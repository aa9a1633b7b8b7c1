//! `turbid run` gives the same results on 1 and 2 threads: the settling-curve
//! CSV byte for byte, and the HDF5 file byte for byte except the creation
//! time in its `history` attribute (and the checksum of the HDF5 object
//! header that holds it); every variable and every other attribute, read
//! back with the independent `netcdf-reader` crate, is bit-identical.

use netcdf_reader::{NcFile, NcType};
use std::path::{Path, PathBuf};
use std::process::Command;

/// The shared four-class column (invented test case), with some of its
/// settings changed; each `(from, to)` must be in the file.
fn resized(changes: &[(&str, &str)]) -> String {
    let mut text = include_str!("../../tests/fixtures/four-class-column.yaml").to_string();
    for (from, to) in changes {
        assert!(text.contains(from), "fixture: `{from}` not found");
        text = text.replacen(from, to, 1);
    }
    text
}

/// Length of the UTC time stamp that starts `history`: `YYYY-MM-DDTHH:MM:SSZ`.
const STAMP: usize = 20;

struct Scratch(PathBuf);

impl Drop for Scratch {
    fn drop(&mut self) {
        let _ = std::fs::remove_dir_all(&self.0);
    }
}

fn run(scenario: &Path, out: &Path, threads: &str) {
    let o = Command::new(env!("CARGO_BIN_EXE_turbid"))
        .args([
            "run",
            scenario.to_str().unwrap(),
            "-o",
            out.to_str().unwrap(),
        ])
        .args(["--threads", threads, "--progress", "none"])
        .output()
        .expect("run turbid");
    assert!(
        o.status.success(),
        "turbid run --threads {threads} failed: {}",
        String::from_utf8_lossy(&o.stderr)
    );
}

fn find(haystack: &[u8], needle: &[u8]) -> Option<usize> {
    haystack.windows(needle.len()).position(|w| w == needle)
}

#[test]
fn run_output_is_identical_on_one_and_two_threads() {
    let dir = Scratch(std::env::temp_dir().join(format!("turbid-threads-{}", std::process::id())));
    let _ = std::fs::remove_dir_all(&dir.0);
    std::fs::create_dir_all(dir.0.join("one")).unwrap();
    std::fs::create_dir_all(dir.0.join("two")).unwrap();
    let scenario = dir.0.join("scenario.yaml");
    std::fs::write(
        &scenario,
        resized(&[
            ("end_time: \"40 s\"", "end_time: \"50 s\""),
            ("parcels: 3000", "parcels: 4000"),
            ("height_bins: 30", "height_bins: 40"),
        ]),
    )
    .unwrap();
    // Same file name in two directories, so that nothing can differ by name.
    let (a, b) = (dir.0.join("one/run.h5"), dir.0.join("two/run.h5"));
    run(&scenario, &a, "1");
    run(&scenario, &b, "2");

    // The settling curve, byte for byte.
    let csv_a = std::fs::read(dir.0.join("one/run.settling.csv")).unwrap();
    let csv_b = std::fs::read(dir.0.join("two/run.settling.csv")).unwrap();
    assert!(csv_a.len() > 200, "settling CSV too short");
    assert!(csv_a == csv_b, "settling CSVs differ");

    // The HDF5 files, byte for byte, except the time stamp of `history` and
    // at most one 4-byte window after it: the Jenkins checksum that closes
    // the version-2 HDF5 object header holding the attribute.
    let (h_a, h_b) = (std::fs::read(&a).unwrap(), std::fs::read(&b).unwrap());
    assert_eq!(h_a.len(), h_b.len(), "HDF5 files differ in length");
    let mark = b": written by turbid";
    let at = find(&h_a, mark).expect("history attribute in the file");
    assert_eq!(find(&h_b, mark), Some(at), "history at different offsets");
    let stamp = at - STAMP..at;
    let others: Vec<usize> = (0..h_a.len())
        .filter(|&i| h_a[i] != h_b[i] && !stamp.contains(&i))
        .collect();
    if let (Some(&first), Some(&last)) = (others.first(), others.last()) {
        assert!(
            first > at && last - first < 4,
            "HDF5 bytes differ outside the time stamp: offsets {others:?} (stamp at {stamp:?})"
        );
    }

    // Read back: every variable bit for bit, every attribute but `history`.
    let (f_a, f_b) = (NcFile::open(&a).unwrap(), NcFile::open(&b).unwrap());
    let attributes = |f: &NcFile| {
        f.global_attributes()
            .unwrap()
            .iter()
            .filter(|a| a.name != "history")
            .map(|a| format!("{a:?}"))
            .collect::<Vec<String>>()
    };
    assert_eq!(attributes(&f_a), attributes(&f_b));
    let history = |f: &NcFile| {
        f.global_attribute("history")
            .unwrap()
            .value
            .as_string()
            .unwrap()[STAMP..]
            .to_string()
    };
    assert_eq!(history(&f_a), history(&f_b));
    assert_eq!(
        format!("{:?}", f_a.dimensions().unwrap()),
        format!("{:?}", f_b.dimensions().unwrap())
    );
    let variables = f_a.variables().unwrap();
    assert_eq!(
        format!("{variables:?}"),
        format!("{:?}", f_b.variables().unwrap())
    );
    assert!(variables.len() >= 10);
    for v in variables {
        let name = v.name();
        if *v.dtype() == NcType::String {
            assert_eq!(
                f_a.read_variable_as_strings(name).unwrap(),
                f_b.read_variable_as_strings(name).unwrap(),
                "variable {name} differs"
            );
        } else {
            let (x, y) = (
                f_a.read_variable_raw_bytes(name).unwrap(),
                f_b.read_variable_raw_bytes(name).unwrap(),
            );
            assert!(x == y, "variable {name} differs");
        }
    }
    // Not a vacuous comparison: eleven records, and the interface has fallen.
    let interface = f_a.read_variable::<f64>("interface_height").unwrap();
    let interface: Vec<f64> = interface.iter().copied().collect();
    assert_eq!(interface.len(), 11);
    assert!(interface[10] < 0.9 * interface[0], "{interface:?}");
}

=-=-=-=-=

§ PROBLEM DETAILS
Of the lines in the listing above, count those containing the word "variables", and state the count alone.

§ ANSWER FOR THIS EXERCISE
5